Было очень тихо; блеклое осеннее солнце приближалось к зениту, чтобы с этой удобной точки полюбоваться успокоившимся полем брани. Это была великая битва, думал Лайам, раскинув руки по выжженной окровавленной траве. Да, великая, соглашалась трава и тихо всхлипывала; она тоже обгорела, тоже истекала кровью, она тоже умирала. Но какое дело великой битве до Лайама Гранчестера и мёртвой травы? Она выбрала своим местом, местом последней встречи Добра и Зла, Света и Тьмы, именно это поле, и не её вина, что здесь, на этом поле оказался Лайам Гранчестер, что здесь росли клевер и куриная слепота, обугленные стебли которых поникли под тяжкой багровой кровью. Так всегда происходит: всегда кто-то умирает. Трава умирала. Лайам Гранчестер умирал.

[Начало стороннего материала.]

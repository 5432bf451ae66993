"""The measures' estimate for the kept ensemble (baggr/oob/measure_fit.py): its closed forms against
brute force, the live refits against a recount, and the stop rule on the chosen measure."""
import itertools

import numpy as np
import pytest
from scipy import stats

import baggr
from baggr.engine import Training
from baggr.oob import curve as cv
from baggr.oob import measure_fit as mf
from baggr.oob import measure_fit_kernels as mk
from baggr.runs.job import stable_now
from baggr.runs.rundir import RunSettings
from generators import friedman1, twonorm


def test_brier_closed_form_equals_the_binomial_sum():
    # E[sum_c (s_c - y_c)^2] over s = Binomial(b, p) / b, enumerated with scipy.stats.binom (two
    # classes: the row's own class and the other; three: own, other 1, other 2 from the multinomial)
    sizes = np.array([1, 2, 5, 17], np.int64)
    grid2 = np.array([[0.0, 1.0], [0.3, 0.7], [0.55, 0.45], [1.0, 0.0]])
    t = mf.brier_table(grid2, sizes)
    for i, (p, _) in enumerate(grid2):
        for j, b in enumerate(sizes):
            x = np.arange(b + 1)
            want = np.sum(stats.binom.pmf(x, b, p) * ((x / b - 1) ** 2 + ((b - x) / b) ** 2))
            assert t[i, j] == pytest.approx(want, abs=1e-12)
        assert t[i, -1] == pytest.approx(2 * (1 - p) ** 2, abs=1e-15)   # b -> oo: the share is p
    grid3 = np.array([[0.5, 0.3, 0.2], [0.1, 0.1, 0.8]])
    t3 = mf.brier_table(grid3, np.array([3, 4], np.int64))
    for i, p in enumerate(grid3):
        for j, b in enumerate((3, 4)):
            want = 0.0
            for x0, x1 in itertools.product(range(b + 1), repeat=2):
                if x0 + x1 <= b:
                    s = np.array([x0, x1, b - x0 - x1]) / b
                    want += stats.multinomial.pmf([x0, x1, b - x0 - x1], b, p) * np.sum((s - [1, 0, 0]) ** 2)
            assert t3[i, j] == pytest.approx(want, abs=1e-12)


@pytest.mark.parametrize("p", [0.0, 1e-4, 0.03, 0.3, 0.5, 0.97, 1.0])
def test_log_loss_expectation_equals_the_binomial_sum(p):
    # E[-log((X + 1/2) / (b + C/2))], X ~ Binomial(b, p), summed over every x with scipy.stats.binom;
    # b up to 20,000 reaches the kernel's moment expansion (standard deviation above 20)
    sizes = np.array([1, 2, 7, 64, 1001, 20_000], np.int64)
    got = mk.log_loss_table(np.array([p]), sizes, 1.0)[0]
    for j, b in enumerate(sizes):
        x = np.arange(b + 1)
        want = np.sum(stats.binom.pmf(x, b, p) * -np.log((x + 0.5) / (b + 1.0)))
        assert got[j] == pytest.approx(want, rel=1e-9, abs=1e-12), (b, got[j], want)


def test_auc_of_two_mixtures_equals_enumeration_and_its_gradients_are_the_derivatives():
    # AUC_b = P(X_pos > X_neg) + P(=) / 2 for X ~ Binomial(b, r) with r drawn from pi1 (positives) and
    # pi0 (negatives), enumerated over (j, l, x, x') with scipy.stats.binom; the gradients by finite
    # differences (the AUC is bilinear in the two priors, so they are exact)
    rng = np.random.default_rng(3)
    r = np.linspace(0, 1, 6)
    pi1, pi0 = rng.dirichlet(np.ones(6)), rng.dirichlet(np.ones(6))
    sizes = np.array([1, 2, 5, 8], np.int64)
    auc, g1, g0 = mk.auc_tables(r, pi1, pi0, sizes)
    for s, b in enumerate(sizes):
        x = np.arange(b + 1)
        f1 = sum(pi1[j] * stats.binom.pmf(x, b, r[j]) for j in range(6))
        f0 = sum(pi0[j] * stats.binom.pmf(x, b, r[j]) for j in range(6))
        want = sum(f1[a] * f0[c] * (1.0 if a > c else 0.5 if a == c else 0.0) for a in x for c in x)
        assert auc[s] == pytest.approx(want, abs=1e-12)
        assert float(pi1 @ g1[:, s]) == pytest.approx(want, abs=1e-12)
        assert float(pi0 @ g0[:, s]) == pytest.approx(want, abs=1e-12)
        e = np.eye(6)[2] * 1e-6
        up = mk.auc_tables(r, pi1 + e, pi0, sizes)[0][s]
        assert (up - auc[s]) / 1e-6 == pytest.approx(g1[2, s], abs=1e-7)


def test_fitted_measures_agree_with_their_definitions_on_a_run():
    X, y = twonorm(300, seed=11)
    ens = baggr.train(X, y, baggr.Config(members=40, seed=12, threads=1))
    fits = ens.oob.measure_fits()
    assert set(fits) == {"error", "balanced-error", "brier", "log-loss", "auc"}
    # balanced error: the mean of the two classes' estimated errors (its definition, README)
    b = np.arange(1, 41)
    np.testing.assert_allclose(fits["balanced-error"].at(b), ens.oob.class_curve.mean(axis=1), rtol=1e-12)
    # the error's fit is the view's own (oob.error), and every figure lies in its measure's range
    assert fits["error"].point(40)[0] == ens.oob.error
    for name, lo, hi in (("brier", 0, 2), ("log-loss", 0, np.inf), ("auc", 0, 1)):
        e = fits[name].at(b)
        assert np.all((e >= lo) & (e <= hi)), name
    # the estimate moves the textbook figure the way more members do (Lopes 2019: towards the limit)
    raw, got = ens.oob.raw_measures(), ens.oob.measures()
    assert got["brier"][0] < raw["brier"][0] and got["log-loss"][0] < raw["log-loss"][0]
    assert got["auc"][0] > raw["auc"][0]
    # members_needed of a measure where higher is better: within 1% of (1 - limit) from there on
    f = fits["auc"]
    need = f.members_needed()
    tol = max(0.01 * (1 - f.limit), 0.001)
    assert f.tolerance() == pytest.approx(tol)
    assert f.at(np.array([need]))[0] >= f.limit - tol and f.at(np.array([need - 1]))[0] < f.limit - tol


def test_regression_measures_follow_the_mse_estimate():
    X, y = friedman1(300, seed=13)
    ens = baggr.train(X, y, baggr.Config(members=30, seed=14, threads=1))
    fits = ens.oob.measure_fits()
    mse = fits["mse"]
    b = np.arange(1, 31)
    # rmse = sqrt(mse); r2 = 1 - mse / Var(y) over the covered rows (definitions in the README)
    np.testing.assert_allclose(fits["rmse"].at(b), np.sqrt(mse.at(b)), rtol=1e-12)
    yy = y[ens.oob.left_out > 0]
    np.testing.assert_allclose(fits["r2"].at(b), 1 - mse.at(b) / np.var(yy), rtol=1e-10)
    # MAE: the folded normal mean at b -> oo is the mean |delta|, and the figure falls with b
    assert np.all(np.diff(fits["mae"].at(b)) <= 1e-12)
    assert fits["mae"].limit <= fits["mae"].at(np.array([30]))[0]


@pytest.mark.parametrize("measure", ["brier", "auc"])
def test_live_refit_of_the_measure_equals_a_recount(measure):
    # incremental equals batch: the run's refit after 64 members (on about LIVE_ROWS sampled rows)
    # equals the same fit of the tallies of a 64-member run, made from scratch
    X, y = twonorm(3000, seed=15)
    cfg = baggr.Config(members=64, seed=16, threads=2, measure=measure)
    seen = {}
    baggr.train(X, y, cfg, on_member=lambda e: seen.setdefault(e.member, e.measure_estimate))
    small = baggr.train(X, y, cfg.replace(threads=1))
    a = small.oob.arrays()
    fit = mf.class_fits(a["votes"], np.zeros(0, np.int32), np.asarray(a["target"], np.int32), 2, 64,
                        sample=cv.LIVE_ROWS, names=(measure,))[measure]
    e, v = fit.point(64)
    got = seen[64]
    assert got["name"] == measure and got["value"] == e and got["interval"] == fit.interval(e, v)
    assert got["members_needed"] == fit.members_needed() and got["limit"] == fit.limit
    assert seen[63] is None and seen[32] is not None


def test_stop_rule_reads_the_chosen_measures_members_needed():
    # the rule (job.stable_now) on the refits of the chosen measure: the run stops at its members_needed
    X, y = twonorm(400, seed=17)
    cfg = baggr.Config(members=3000, seed=18, threads=2, measure="brier")
    tr = Training(X, y, cfg)
    settings = RunSettings(stop_when_stable=True)
    stop = {}

    def should_stop():
        why = stable_now(tr.tally.needed, tr.next_member, settings, "brier")
        if why:
            stop["why"] = why
        return why is not None

    tr.run(on_member=lambda e: None, should_stop=should_stop)
    need = tr.tally.needed
    assert need and all(n > 0 for _, n in need)
    # the refits' members_needed are the brier fits' (not the error's)
    assert tr.tally.mest is not None and tr.tally.mest.measure == "brier"
    assert need[-1][1] == tr.tally.mest.members_needed()
    assert "brier limit" in stop["why"]
    # it stops at members_needed, or at the refit where the estimate of it settled when that came later
    assert tr.next_member == max(need[-1][1], need[-1][0]) < 3000


def test_journal_carries_the_measures_estimate_for_the_dashboard(tmp_path):
    # the refit lines and the end line carry the chosen measure's estimate; RunState keeps the latest,
    # and at the end it is the saved ensemble's own (oob.measure_estimate)
    import json
    from baggr.runs.run_state import RunState
    X, y = twonorm(400, seed=19)
    lines = []
    ens = baggr.train(X, y, baggr.Config(members=70, seed=20, measure="log-loss"),
                      on_member=lambda e: lines.append({"event": "member", **json.loads(json.dumps(e.journal_fields()))}))
    st = RunState()
    for ev in lines:
        st.fold(ev)
    assert [ev["member"] for ev in lines if "measure_estimate" in ev] == [32, 64]
    assert st.measure_estimate["member"] == 64 and st.measure_estimate["name"] == "log-loss"
    from baggr.events import MemberEvent
    final = ens.oob.figures(70, "log-loss")
    st.fold({"event": "end", "status": "finished", "member": 70, "estimate": MemberEvent.estimate_fields(final)})
    want = ens.oob.measure_estimate("log-loss")
    assert st.measure_estimate["member"] == 70 and st.measure_estimate["value"] == want["value"]
    assert st.measure_estimate["members_needed"] == want["members_needed"]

Ему хотелось поднять голову и осмотреться, но он, кажется, не мог, и в глубине души был рад, что не может. Помнилось, как бились над его головой, на его теле, пиная развороченный живот, наступая на сведённые судорогой руки, лупя железными каблуками по зубам – уже после того, как силы Тьмы спустили магов, уже после того, как Лайам упал, чуя тошнотворный запах горелой плоти. Он видел белый шарик, несшийся к нему на уровне пояса, потом ощутил толчок в живот, упал. И понял – тогда уже понял – что подняться не сможет. Его гибель была одной из первых; она ничего не значила, её никто не заметил. И ещё долго над ним метались хрипящие тени, сверкала сталь, глухо хрустели ломающиеся кости, брызгала на лицо кровь. В конце концов, он закрыл глаза и дождался тишины в темноте, но это случилось не скоро.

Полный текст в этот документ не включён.